[Records excerpted from a collection]
----
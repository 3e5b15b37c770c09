/**
 * Writes shared/science/exchange/kernel2.ts to kernel4.ts: small-matrix arithmetic with every loop written out, as plain source, because a content security
 * policy forbids code made at run time. Run again only when this script changes: npx tsx scripts/makeExchangeKernels.ts
 *
 * The matrices are those of the symmetrised Bloch–McConnell equations (see exchange/poolSystem.ts), kept as the symmetric G = P·F with P = diag(1, −1, 1) per pool:
 * the upper triangle by row. Products of matrices that commute stay in that form, which halves their work.
 * Each function reads its matrices into constants and writes to another array: twice as fast as turning in place, where the registers do not suffice.
 */
import { writeFileSync } from 'node:fs'
import { fileURLToPath } from 'node:url'

class Layout {
  readonly n: number
  readonly size: number
  constructor(readonly pools: number) {
    this.n = 3 * pools
    this.size = (this.n * (this.n + 1)) / 2
  }

  /** Place of entry (i, j) in the packed upper triangle. */
  at(i: number, j: number): number {
    const [a, b] = i < j ? [i, j] : [j, i]
    return a * this.n - (a * (a - 1)) / 2 + (b - a)
  }

  isNegative(i: number): boolean {
    return i % 3 === 1
  }

  /** Whether the entry can differ from zero in the matrix of the equations: solutes exchange with water only. */
  isFilled(i: number, j: number): boolean {
    const [a, b] = i < j ? [i, j] : [j, i]
    if (Math.floor(a / 3) === Math.floor(b / 3)) return b - a < 2
    return a < 3 && b % 3 === a
  }

  upper(): [number, number][] {
    const pairs: [number, number][] = []
    for (let i = 0; i < this.n; i++) for (let j = i; j < this.n; j++) pairs.push([i, j])
    return pairs
  }

  /** Terms of (F₁·F₂) in G form at (i, j): Σ ±a(i,k)·b(k,j). */
  product(a: (i: number, k: number) => string | null, b: (k: number, j: number) => string | null, i: number, j: number): string {
    let text = ''
    for (let k = 0; k < this.n; k++) {
      const [left, right] = [a(i, k), b(k, j)]
      if (left === null || right === null) continue
      const sign = this.isNegative(k) ? '-' : text === '' ? '' : '+'
      text += `${text === '' ? sign : ` ${sign} `}${left} * ${right}`
    }
    return text === '' ? '0' : text
  }
}

const load = (l: Layout, name: string, pick: (i: number, j: number) => boolean = () => true): string[] =>
  l.upper().filter(([i, j]) => pick(i, j)).map(([i, j]) => `  const ${name}${l.at(i, j)} = ${name}[${l.at(i, j)}]!`)
const dense = (l: Layout, name: string) => (i: number, j: number): string => `${name}${l.at(i, j)}`
const sparse = (l: Layout, name: string) => (i: number, j: number): string | null => l.isFilled(i, j) ? `${name}${l.at(i, j)}` : null
const M = 'Float64Array'

function square(l: Layout): string {
  const g = dense(l, 'g')
  return `/** out = g²; out is another array than g. */
export function square(out: ${M}, g: ${M}): void {
${load(l, 'g').join('\n')}
${l.upper().map(([i, j]) => `  out[${l.at(i, j)}] = ${l.product(g, g, i, j)}`).join('\n')}
}
`
}

function powers(l: Layout): string {
  const a = sparse(l, 'a')
  return `/** Second and third power of the matrix of the equations, whose zeros are skipped, and lead = c0·1 + c1·a + c2·a² + c3·a³. */
export function powers(a: ${M}, second: ${M}, third: ${M}, lead: ${M}, c: readonly [number, number, number, number]): void {
  const [c0, c1, c2, c3] = c
${load(l, 'a', (i, j) => l.isFilled(i, j)).join('\n')}
${l.upper().map(([i, j]) => `  const s${l.at(i, j)} = ${l.product(a, a, i, j)}`).join('\n')}
${l.upper().map(([i, j]) => `  const t${l.at(i, j)} = ${l.product(a, dense(l, 's'), i, j)}`).join('\n')}
${l.upper().map(([i, j]) => `  second[${l.at(i, j)}] = s${l.at(i, j)}\n  third[${l.at(i, j)}] = t${l.at(i, j)}`).join('\n')}
${l.upper().map(([i, j]) => `  lead[${l.at(i, j)}] = c2 * s${l.at(i, j)} + c3 * t${l.at(i, j)}${a(i, j) === null ? '' : ` + c1 * ${a(i, j)}`}${one(l, i, j)}`).join('\n')}
}
`
}

const one = (l: Layout, i: number, j: number): string => i !== j ? '' : l.isNegative(i) ? ' - c0' : ' + c0'

/** Row and column z of water: where the direction of the derivative of Z can differ from zero. */
const DIRECTION = 2

function powersDerivative(l: Layout): string {
  const a = sparse(l, 'a')
  const d = (i: number, j: number): string | null => i === DIRECTION || j === DIRECTION ? `d${l.at(i, j)}` : null
  return `/** The derivatives of the same in a direction d that is zero but in row and column z of water. */
export function powersDerivative(a: ${M}, second: ${M}, d: ${M}, dSecond: ${M}, dThird: ${M}, dLead: ${M}, c: readonly [number, number, number, number]): void {
  const [, c1, c2, c3] = c
${load(l, 'a', (i, j) => l.isFilled(i, j)).join('\n')}
${load(l, 'd', (i, j) => d(i, j) !== null).join('\n')}
${l.upper().filter(([, j]) => j >= DIRECTION).map(([i, j]) => `  const q${l.at(i, j)} = second[${l.at(i, j)}]!`).join('\n')}
${l.upper().map(([i, j]) => `  const s${l.at(i, j)} = ${l.product(a, d, i, j)} + (${l.product(d, a, i, j)})`).join('\n')}
${l.upper().map(([i, j]) => `  const t${l.at(i, j)} = ${l.product(a, dense(l, 's'), i, j)} + (${l.product(d, dense(l, 'q'), i, j)})`).join('\n')}
${l.upper().map(([i, j]) => `  dSecond[${l.at(i, j)}] = s${l.at(i, j)}\n  dThird[${l.at(i, j)}] = t${l.at(i, j)}`).join('\n')}
${l.upper().map(([i, j]) => `  dLead[${l.at(i, j)}] = c2 * s${l.at(i, j)} + c3 * t${l.at(i, j)}${d(i, j) === null ? '' : ` + c1 * d${l.at(i, j)}`}`).join('\n')}
}
`
}

function fold(l: Layout): string {
  return `/** out = a·b + c0·1 + c1·x + c2·y, for matrices that commute; c is [c0, c1, c2]. */
export function fold(out: ${M}, a: ${M}, b: ${M}, c: readonly [number, number, number], x: ${M}, y: ${M}): void {
  const [c0, c1, c2] = c
${load(l, 'a').join('\n')}
${load(l, 'b').join('\n')}
${l.upper().map(([i, j]) => `  out[${l.at(i, j)}] = ${l.product(dense(l, 'a'), dense(l, 'b'), i, j)} + c1 * x[${l.at(i, j)}]! + c2 * y[${l.at(i, j)}]!${one(l, i, j)}`).join('\n')}
}
`
}

function foldBoth(l: Layout): string {
  return `/** out = a·db + da·b + c1·x + c2·y where the whole is symmetric in G form, though its parts are not: the derivative of a product. c is [–, c1, c2]. */
export function foldBoth(out: ${M}, a: ${M}, da: ${M}, b: ${M}, db: ${M}, c: readonly [number, number, number], x: ${M}, y: ${M}): void {
  const [, c1, c2] = c
${['a', 'da', 'b', 'db'].flatMap(name => load(l, name)).join('\n')}
${l.upper().map(([i, j]) => `  out[${l.at(i, j)}] = ${l.product(dense(l, 'a'), dense(l, 'db'), i, j)} + (${l.product(dense(l, 'da'), dense(l, 'b'), i, j)}) + c1 * x[${l.at(i, j)}]! + c2 * y[${l.at(i, j)}]!`).join('\n')}
}
`
}

function squareDerivative(l: Layout): string {
  const g = dense(l, 'g')
  const d = dense(l, 'd')
  return `/** out = g·d + d·g, the derivative of g² in the direction d; out is another array than both. */
export function squareDerivative(out: ${M}, g: ${M}, d: ${M}): void {
${load(l, 'g').join('\n')}
${load(l, 'd').join('\n')}
${l.upper().map(([i, j]) => `  out[${l.at(i, j)}] = ${i === j ? `2 * (${l.product(g, d, i, j)})` : `${l.product(g, d, i, j)} + (${l.product(d, g, i, j)})`}`).join('\n')}
}
`
}

function apply(l: Layout): string {
  const all = Array.from({ length: l.n }, (_, i) => i)
  return `/** out = F·v; out is another array than v. */
export function apply(out: ${M}, g: ${M}, v: ${M}): void {
${load(l, 'g').join('\n')}
${all.map(i => `  const v${i} = v[${i}]!`).join('\n')}
${all.map((i) => {
  const sum = all.map(j => `g${l.at(i, j)} * v${j}`).join(' + ')
  return `  out[${i}] = ${l.isNegative(i) ? `-(${sum})` : sum}`
}).join('\n')}
}
`
}

/** LDLᵀ without pivots: G of the equations is quasi-definite (x and z negative, y positive definite), so it exists in any order. Solutes first, which fills least. */
function steady(l: Layout): string {
  const order = [0, 1, 2].flatMap(axis => [...Array.from({ length: l.pools - 1 }, (_, p) => 3 * (p + 1) + axis), axis])
  const names = new Map<string, string>()
  const key = (i: number, j: number) => `${Math.min(i, j)},${Math.max(i, j)}`
  for (const [i, j] of l.upper()) if (l.isFilled(i, j)) names.set(key(i, j), `a${l.at(i, j)}`)
  const lines: string[] = []
  let count = 0
  const back: string[] = []
  const changed = new Set<number>()
  order.forEach((pivot, step) => {
    const later = order.slice(step + 1).filter(j => names.has(key(pivot, j)))
    lines.push(`  const p${pivot} = 1 / ${names.get(key(pivot, pivot))!}`)
    const factors = later.map((j) => {
      const name = `f${count++}`
      lines.push(`  const ${name} = ${names.get(key(pivot, j))!} * p${pivot}`)
      return name
    })
    later.forEach((j, b) => {
      for (let a = b; a < later.length; a++) {
        const i = later[a]!
        const old = names.get(key(i, j))
        const fresh = `e${count++}`
        lines.push(`  const ${fresh} = ${old ?? ''}${old ? ' - ' : '-'}${factors[a]!} * ${names.get(key(pivot, j))!}`)
        names.set(key(i, j), fresh)
      }
    })
    later.forEach((j, b) => {
      lines.push(`  r${j} -= ${factors[b]!} * r${pivot}`)
      changed.add(j)
    })
    back.unshift(`  const x${pivot} = r${pivot} * p${pivot}${later.map((j, b) => ` - ${factors[b]!} * x${j}`).join('')}`)
  })
  return `/** Solves F·out = right for the matrix of the equations, whose rates R1 and R2 must be above zero. */
export function solveSparse(out: ${M}, a: ${M}, right: ${M}): void {
${load(l, 'a', (i, j) => l.isFilled(i, j)).join('\n')}
${Array.from({ length: l.n }, (_, i) => `  ${changed.has(i) ? 'let' : 'const'} r${i} = ${l.isNegative(i) ? '-' : ''}right[${i}]!`).join('\n')}
${lines.join('\n')}
${back.join('\n')}
${Array.from({ length: l.n }, (_, i) => `  out[${i}] = x${i}`).join('\n')}
}
`
}

/** Text of the kernel for so many pools, water included. */
export function kernelSource(pools: number): string {
  const l = new Layout(pools)
  return `/* eslint-disable max-lines */
/** Written by scripts/makeExchangeKernels.ts, which says what the arrays mean: change that, not this. ${pools} pools, ${l.n} × ${l.n}, ${l.size} numbers a matrix. */

${[square, powers, powersDerivative, fold, foldBoth, squareDerivative, apply, steady].map(make => make(l)).join('\n')}`
}

export const KERNEL_POOLS = [2, 3, 4]
export const kernelFile = (pools: number): string => fileURLToPath(new URL(`../shared/science/exchange/kernel${pools}.ts`, import.meta.url))

if (process.argv[1] === fileURLToPath(import.meta.url)) {
  for (const pools of KERNEL_POOLS) writeFileSync(kernelFile(pools), kernelSource(pools))
}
----
**AIM OF THE TASK**
Each line of the data above containing the string "filter" is to be copied.

**RESULT**
  l.upper().filter(([i, j]) => pick(i, j)).map(([i, j]) => `  const ${name}${l.at(i, j)} = ${name}[${l.at(i, j)}]!`)
${l.upper().filter(([, j]) => j >= DIRECTION).map(([i, j]) => `  const q${l.at(i, j)} = second[${l.at(i, j)}]!`).join('\n')}
    const later = order.slice(step + 1).filter(j => names.has(key(pivot, j)))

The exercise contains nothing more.